● **INSTRUCTIONS FOR THE TASK**
The response must reproduce exactly every line of the material below holding the word "expressions".
──────────
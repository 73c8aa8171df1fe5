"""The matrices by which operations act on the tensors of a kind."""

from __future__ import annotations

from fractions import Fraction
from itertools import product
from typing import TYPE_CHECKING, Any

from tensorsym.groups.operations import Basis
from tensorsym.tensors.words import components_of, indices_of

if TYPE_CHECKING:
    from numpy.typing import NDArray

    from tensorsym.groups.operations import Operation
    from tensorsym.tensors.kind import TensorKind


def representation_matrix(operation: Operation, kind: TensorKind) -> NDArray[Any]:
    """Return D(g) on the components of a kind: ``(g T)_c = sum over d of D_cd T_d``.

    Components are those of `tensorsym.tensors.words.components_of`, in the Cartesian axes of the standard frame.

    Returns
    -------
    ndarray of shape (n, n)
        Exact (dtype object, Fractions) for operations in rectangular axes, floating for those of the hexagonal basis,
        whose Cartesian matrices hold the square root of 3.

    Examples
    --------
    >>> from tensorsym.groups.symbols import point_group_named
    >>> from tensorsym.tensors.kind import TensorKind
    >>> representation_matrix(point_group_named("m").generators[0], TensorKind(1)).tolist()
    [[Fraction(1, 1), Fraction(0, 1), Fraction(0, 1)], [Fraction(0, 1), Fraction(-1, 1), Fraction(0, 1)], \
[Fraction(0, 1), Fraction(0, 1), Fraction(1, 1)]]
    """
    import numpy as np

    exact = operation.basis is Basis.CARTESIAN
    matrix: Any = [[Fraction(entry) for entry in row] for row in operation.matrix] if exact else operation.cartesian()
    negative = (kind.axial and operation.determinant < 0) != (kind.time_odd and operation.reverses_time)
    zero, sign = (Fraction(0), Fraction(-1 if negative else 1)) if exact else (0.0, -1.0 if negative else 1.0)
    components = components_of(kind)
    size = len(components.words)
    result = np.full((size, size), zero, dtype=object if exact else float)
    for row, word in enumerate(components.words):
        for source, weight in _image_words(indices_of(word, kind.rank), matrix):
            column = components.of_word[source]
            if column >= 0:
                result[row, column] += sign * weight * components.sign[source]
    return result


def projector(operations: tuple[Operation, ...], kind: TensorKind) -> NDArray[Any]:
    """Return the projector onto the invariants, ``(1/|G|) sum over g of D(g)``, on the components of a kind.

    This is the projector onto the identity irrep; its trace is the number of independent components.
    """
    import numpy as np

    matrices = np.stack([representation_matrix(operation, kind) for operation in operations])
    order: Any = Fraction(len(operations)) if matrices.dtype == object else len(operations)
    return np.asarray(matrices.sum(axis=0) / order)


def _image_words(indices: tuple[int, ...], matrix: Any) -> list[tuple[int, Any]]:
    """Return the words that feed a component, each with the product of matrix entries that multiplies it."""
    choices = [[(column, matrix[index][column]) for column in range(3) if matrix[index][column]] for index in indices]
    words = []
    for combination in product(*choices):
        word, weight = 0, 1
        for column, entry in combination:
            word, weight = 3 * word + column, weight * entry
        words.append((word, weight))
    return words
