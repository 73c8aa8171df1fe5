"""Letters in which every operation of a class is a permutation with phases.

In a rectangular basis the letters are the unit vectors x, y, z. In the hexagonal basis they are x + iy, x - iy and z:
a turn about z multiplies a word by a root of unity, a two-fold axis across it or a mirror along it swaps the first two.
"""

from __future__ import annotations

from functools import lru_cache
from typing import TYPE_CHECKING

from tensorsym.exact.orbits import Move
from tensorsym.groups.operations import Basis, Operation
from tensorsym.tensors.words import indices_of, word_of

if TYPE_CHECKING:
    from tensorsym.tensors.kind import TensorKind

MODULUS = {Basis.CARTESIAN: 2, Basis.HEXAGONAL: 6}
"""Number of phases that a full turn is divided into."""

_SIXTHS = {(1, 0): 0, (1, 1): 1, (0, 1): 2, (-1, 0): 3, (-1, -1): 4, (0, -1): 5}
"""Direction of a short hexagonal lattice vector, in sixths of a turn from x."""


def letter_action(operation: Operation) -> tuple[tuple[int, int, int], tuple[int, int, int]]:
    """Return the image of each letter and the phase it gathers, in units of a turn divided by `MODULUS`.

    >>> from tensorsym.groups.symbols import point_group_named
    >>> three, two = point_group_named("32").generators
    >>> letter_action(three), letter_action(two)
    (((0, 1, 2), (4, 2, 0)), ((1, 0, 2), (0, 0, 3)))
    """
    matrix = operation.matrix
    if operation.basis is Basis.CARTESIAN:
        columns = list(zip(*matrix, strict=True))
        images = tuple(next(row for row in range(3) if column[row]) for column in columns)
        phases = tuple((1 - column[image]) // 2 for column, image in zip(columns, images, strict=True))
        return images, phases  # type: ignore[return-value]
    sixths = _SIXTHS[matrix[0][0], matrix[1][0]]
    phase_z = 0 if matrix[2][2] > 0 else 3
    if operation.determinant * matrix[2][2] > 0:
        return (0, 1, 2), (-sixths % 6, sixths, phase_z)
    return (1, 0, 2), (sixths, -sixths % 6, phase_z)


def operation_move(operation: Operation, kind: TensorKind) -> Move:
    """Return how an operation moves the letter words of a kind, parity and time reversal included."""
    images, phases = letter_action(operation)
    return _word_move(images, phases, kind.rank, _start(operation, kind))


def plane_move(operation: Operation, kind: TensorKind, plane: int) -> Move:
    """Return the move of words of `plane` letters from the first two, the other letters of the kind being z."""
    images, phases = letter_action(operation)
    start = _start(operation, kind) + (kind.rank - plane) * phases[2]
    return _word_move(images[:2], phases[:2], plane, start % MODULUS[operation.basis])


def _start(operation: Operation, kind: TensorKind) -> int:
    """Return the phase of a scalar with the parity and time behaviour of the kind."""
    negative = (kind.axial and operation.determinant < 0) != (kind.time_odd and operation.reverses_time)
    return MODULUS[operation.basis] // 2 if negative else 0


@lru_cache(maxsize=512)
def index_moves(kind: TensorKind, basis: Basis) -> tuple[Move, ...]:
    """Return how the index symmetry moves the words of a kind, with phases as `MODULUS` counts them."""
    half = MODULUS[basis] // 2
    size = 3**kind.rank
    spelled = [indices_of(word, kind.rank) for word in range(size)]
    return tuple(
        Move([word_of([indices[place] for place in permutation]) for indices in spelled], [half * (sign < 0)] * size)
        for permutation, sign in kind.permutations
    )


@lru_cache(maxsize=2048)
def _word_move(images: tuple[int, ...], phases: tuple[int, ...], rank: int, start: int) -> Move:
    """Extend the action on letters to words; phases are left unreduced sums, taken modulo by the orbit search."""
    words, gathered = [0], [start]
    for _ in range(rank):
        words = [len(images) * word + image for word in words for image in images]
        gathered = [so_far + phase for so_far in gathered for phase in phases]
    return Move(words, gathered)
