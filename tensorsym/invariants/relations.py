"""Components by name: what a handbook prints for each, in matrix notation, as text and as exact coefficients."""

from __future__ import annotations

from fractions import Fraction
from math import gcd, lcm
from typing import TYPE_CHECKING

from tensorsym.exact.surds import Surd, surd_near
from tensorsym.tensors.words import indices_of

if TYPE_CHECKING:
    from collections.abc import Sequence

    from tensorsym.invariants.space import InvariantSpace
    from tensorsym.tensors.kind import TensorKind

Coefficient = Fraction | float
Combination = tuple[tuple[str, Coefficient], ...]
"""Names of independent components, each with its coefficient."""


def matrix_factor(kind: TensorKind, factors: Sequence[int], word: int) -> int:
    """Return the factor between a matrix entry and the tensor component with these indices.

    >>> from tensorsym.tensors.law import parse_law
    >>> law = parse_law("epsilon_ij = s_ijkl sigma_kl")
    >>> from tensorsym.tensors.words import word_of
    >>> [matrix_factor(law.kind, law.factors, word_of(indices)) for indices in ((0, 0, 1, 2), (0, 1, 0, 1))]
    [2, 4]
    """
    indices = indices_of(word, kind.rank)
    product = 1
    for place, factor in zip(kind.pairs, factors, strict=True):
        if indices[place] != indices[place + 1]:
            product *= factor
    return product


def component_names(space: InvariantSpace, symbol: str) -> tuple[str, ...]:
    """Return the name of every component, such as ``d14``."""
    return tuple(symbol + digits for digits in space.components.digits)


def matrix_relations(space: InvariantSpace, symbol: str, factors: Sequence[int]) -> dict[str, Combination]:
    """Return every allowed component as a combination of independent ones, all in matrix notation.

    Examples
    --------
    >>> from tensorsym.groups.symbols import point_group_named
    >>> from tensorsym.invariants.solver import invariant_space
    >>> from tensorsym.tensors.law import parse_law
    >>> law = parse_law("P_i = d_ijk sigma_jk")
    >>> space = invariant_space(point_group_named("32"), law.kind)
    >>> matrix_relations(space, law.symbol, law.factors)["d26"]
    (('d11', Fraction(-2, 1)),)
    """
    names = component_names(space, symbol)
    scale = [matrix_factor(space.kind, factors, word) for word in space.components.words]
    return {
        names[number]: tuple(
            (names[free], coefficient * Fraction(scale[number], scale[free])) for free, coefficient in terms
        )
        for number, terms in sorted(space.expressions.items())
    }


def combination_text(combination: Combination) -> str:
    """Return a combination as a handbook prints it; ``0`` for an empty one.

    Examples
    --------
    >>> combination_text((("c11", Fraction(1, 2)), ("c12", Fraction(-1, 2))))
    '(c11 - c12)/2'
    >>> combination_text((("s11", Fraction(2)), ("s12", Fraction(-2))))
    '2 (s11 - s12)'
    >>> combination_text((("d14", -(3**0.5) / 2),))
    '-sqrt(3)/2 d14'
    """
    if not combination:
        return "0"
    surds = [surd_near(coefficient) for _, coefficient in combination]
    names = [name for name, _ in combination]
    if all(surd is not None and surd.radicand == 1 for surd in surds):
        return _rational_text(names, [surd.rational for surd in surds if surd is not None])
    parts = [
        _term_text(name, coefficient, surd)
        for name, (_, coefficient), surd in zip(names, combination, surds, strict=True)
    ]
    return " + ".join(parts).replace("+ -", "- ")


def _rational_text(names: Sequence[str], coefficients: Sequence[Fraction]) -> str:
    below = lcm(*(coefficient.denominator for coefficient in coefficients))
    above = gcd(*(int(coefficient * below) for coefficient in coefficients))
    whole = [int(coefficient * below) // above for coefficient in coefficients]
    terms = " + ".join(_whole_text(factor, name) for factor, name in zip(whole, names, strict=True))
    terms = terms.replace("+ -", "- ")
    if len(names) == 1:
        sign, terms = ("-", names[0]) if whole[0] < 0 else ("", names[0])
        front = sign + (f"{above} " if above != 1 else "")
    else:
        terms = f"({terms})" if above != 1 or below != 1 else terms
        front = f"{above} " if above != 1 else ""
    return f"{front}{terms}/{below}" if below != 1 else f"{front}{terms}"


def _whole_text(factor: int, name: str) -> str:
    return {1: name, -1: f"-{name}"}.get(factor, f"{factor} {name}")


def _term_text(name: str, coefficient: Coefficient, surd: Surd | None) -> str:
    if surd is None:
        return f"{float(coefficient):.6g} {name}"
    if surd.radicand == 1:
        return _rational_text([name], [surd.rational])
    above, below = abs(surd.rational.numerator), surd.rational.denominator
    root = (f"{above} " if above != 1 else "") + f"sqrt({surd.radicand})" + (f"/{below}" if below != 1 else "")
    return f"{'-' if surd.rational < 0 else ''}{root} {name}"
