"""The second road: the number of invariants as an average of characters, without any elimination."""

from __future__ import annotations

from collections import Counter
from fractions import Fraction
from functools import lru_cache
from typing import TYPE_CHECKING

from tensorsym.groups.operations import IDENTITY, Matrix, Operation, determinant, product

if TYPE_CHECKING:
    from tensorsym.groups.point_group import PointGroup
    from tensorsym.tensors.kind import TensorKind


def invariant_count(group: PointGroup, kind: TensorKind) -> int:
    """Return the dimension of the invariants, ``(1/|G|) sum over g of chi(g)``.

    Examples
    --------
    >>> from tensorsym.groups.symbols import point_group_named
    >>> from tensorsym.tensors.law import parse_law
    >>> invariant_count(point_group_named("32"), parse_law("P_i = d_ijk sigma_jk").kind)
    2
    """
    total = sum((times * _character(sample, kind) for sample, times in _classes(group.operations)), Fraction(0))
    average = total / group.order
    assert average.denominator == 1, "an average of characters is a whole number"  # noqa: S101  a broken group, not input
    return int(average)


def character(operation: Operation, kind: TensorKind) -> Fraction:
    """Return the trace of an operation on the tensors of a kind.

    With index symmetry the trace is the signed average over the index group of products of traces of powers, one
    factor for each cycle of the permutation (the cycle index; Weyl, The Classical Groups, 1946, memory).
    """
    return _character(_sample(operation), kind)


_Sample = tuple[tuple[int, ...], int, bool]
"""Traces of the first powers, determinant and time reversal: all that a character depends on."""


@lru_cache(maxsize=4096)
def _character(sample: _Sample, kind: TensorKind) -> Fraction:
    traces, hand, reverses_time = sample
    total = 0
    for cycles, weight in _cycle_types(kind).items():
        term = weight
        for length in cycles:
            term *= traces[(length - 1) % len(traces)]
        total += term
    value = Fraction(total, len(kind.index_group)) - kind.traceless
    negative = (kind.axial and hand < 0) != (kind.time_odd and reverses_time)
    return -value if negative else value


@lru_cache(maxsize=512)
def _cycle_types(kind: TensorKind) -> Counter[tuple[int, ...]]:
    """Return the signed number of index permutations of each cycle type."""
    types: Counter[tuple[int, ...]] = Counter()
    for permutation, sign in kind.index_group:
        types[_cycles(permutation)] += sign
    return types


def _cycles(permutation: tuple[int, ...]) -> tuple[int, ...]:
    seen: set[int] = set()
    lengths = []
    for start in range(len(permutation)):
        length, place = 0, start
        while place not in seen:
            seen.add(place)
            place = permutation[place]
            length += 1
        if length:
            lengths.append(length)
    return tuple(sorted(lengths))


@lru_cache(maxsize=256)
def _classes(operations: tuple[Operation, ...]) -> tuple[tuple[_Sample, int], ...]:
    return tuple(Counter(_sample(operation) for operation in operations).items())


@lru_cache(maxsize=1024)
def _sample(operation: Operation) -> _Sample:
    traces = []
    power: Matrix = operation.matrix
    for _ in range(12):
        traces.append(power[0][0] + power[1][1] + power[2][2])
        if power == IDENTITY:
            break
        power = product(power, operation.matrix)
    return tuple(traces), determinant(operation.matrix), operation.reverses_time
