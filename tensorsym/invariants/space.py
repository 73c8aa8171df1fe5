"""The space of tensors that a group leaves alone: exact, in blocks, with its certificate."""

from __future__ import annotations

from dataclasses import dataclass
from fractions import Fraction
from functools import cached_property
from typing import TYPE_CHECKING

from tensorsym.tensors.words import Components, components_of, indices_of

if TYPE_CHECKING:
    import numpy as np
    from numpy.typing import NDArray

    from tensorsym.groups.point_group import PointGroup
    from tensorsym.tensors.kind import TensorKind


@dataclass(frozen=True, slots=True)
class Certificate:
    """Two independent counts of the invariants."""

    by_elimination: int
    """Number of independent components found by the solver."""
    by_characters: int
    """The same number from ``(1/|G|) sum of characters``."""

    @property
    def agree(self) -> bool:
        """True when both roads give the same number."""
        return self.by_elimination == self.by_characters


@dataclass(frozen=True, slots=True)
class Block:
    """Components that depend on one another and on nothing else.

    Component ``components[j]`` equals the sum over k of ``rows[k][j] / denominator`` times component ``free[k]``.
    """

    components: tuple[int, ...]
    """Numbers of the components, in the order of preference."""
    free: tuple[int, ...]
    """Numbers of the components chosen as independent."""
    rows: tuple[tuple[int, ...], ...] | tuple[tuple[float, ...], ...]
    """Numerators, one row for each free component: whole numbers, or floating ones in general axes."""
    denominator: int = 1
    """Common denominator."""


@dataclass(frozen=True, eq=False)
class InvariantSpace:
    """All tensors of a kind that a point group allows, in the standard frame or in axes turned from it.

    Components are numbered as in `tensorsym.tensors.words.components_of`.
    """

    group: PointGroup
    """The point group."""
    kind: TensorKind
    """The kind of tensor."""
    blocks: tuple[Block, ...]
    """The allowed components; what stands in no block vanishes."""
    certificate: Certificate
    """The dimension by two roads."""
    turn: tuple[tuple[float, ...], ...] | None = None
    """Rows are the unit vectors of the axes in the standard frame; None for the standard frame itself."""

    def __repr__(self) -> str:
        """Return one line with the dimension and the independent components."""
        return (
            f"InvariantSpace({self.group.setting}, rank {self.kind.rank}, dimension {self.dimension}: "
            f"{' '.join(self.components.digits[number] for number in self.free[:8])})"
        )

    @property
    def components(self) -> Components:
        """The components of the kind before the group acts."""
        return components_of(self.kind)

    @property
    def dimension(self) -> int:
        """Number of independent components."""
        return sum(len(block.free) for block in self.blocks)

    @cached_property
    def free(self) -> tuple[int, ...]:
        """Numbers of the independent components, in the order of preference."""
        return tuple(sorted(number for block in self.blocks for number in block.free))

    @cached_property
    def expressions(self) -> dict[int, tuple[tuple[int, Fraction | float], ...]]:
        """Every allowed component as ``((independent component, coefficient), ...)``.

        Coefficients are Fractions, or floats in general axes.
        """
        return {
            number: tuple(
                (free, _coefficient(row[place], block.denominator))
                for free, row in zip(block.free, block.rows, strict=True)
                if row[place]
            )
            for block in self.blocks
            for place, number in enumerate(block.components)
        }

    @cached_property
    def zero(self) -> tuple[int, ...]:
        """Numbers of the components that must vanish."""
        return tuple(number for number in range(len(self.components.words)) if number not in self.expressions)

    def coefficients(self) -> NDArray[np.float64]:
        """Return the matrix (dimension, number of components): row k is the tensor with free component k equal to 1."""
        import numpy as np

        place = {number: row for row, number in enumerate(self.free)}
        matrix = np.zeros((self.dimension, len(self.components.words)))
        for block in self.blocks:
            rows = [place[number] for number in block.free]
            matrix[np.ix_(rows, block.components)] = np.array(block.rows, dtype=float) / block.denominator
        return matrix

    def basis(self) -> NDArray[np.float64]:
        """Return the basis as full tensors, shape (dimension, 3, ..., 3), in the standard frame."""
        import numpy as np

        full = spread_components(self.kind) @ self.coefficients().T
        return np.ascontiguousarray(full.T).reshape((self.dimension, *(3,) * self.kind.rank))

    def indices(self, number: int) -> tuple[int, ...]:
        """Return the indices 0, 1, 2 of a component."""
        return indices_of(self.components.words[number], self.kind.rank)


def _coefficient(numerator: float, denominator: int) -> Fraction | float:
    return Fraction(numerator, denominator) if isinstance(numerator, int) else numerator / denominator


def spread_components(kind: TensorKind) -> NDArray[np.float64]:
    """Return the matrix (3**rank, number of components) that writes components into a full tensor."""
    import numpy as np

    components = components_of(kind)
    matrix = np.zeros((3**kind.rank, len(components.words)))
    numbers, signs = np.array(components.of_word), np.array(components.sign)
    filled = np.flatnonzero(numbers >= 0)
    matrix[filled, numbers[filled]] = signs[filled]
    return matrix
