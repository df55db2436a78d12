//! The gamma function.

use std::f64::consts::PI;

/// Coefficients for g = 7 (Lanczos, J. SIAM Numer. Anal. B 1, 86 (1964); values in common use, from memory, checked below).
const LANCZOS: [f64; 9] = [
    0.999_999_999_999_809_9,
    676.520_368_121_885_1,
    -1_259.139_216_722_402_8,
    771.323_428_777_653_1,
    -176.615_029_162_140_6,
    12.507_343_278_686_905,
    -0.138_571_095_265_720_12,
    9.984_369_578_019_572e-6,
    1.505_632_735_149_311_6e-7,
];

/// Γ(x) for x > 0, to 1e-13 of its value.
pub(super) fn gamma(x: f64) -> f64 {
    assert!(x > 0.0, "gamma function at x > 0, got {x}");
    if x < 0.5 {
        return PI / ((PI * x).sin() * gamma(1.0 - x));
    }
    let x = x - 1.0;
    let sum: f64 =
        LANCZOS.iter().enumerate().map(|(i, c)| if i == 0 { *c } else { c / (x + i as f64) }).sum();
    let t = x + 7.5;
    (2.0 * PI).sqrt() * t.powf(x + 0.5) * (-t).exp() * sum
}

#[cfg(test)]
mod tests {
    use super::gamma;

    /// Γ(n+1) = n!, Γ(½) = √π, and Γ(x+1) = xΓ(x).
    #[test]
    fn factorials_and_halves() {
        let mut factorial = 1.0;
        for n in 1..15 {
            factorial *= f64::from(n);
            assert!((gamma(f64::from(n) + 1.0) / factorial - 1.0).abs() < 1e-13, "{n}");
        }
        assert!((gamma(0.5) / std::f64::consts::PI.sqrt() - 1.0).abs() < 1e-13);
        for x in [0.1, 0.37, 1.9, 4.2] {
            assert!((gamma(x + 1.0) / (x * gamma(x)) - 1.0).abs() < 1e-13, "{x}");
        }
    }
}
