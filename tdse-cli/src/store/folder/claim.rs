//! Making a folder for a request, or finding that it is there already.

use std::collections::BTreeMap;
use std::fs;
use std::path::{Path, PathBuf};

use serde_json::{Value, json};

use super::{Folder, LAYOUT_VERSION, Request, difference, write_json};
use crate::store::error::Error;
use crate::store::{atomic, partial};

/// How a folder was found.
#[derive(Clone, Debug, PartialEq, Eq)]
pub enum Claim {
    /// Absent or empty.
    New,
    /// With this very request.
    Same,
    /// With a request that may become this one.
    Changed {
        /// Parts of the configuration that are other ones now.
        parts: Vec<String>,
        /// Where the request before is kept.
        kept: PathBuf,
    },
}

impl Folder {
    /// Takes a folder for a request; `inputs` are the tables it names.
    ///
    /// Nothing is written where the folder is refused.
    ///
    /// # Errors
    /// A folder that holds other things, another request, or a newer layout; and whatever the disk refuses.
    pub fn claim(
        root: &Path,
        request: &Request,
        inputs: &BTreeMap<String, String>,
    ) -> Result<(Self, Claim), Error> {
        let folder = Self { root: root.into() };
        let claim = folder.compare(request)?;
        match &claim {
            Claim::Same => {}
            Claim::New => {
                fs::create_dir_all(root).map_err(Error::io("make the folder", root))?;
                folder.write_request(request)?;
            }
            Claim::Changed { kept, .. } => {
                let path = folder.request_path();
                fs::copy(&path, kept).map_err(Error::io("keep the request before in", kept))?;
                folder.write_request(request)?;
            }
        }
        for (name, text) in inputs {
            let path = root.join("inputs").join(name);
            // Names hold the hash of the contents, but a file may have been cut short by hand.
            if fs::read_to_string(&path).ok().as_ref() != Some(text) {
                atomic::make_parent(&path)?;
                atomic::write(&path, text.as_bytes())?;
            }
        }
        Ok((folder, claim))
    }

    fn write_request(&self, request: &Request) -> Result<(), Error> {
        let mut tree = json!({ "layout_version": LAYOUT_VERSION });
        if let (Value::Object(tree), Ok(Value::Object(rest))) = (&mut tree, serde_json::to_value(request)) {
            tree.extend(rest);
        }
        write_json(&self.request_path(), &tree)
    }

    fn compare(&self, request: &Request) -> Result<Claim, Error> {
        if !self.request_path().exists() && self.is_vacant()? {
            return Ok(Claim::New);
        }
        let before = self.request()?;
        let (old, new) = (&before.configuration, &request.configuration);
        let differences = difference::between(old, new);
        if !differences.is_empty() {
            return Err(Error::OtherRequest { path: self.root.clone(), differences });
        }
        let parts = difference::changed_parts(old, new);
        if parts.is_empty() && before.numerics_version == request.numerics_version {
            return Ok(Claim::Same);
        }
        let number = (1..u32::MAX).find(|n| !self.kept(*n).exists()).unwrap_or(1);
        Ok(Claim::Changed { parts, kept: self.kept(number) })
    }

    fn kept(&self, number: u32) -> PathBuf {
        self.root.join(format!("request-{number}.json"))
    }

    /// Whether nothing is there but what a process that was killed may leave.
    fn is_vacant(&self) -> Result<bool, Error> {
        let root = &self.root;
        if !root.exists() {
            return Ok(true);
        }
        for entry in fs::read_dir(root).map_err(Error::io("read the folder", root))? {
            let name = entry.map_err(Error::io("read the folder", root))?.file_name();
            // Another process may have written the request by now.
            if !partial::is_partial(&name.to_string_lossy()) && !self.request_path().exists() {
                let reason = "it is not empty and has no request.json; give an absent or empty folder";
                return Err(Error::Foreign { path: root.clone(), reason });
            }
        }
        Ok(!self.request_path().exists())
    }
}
──────────
● **WORKED SOLUTION**
        for number, terms in sorted(space.expressions.items())
    def expressions(self) -> dict[int, tuple[tuple[int, Fraction | float], ...]]:
        return tuple(number for number in range(len(self.components.words)) if number not in self.expressions)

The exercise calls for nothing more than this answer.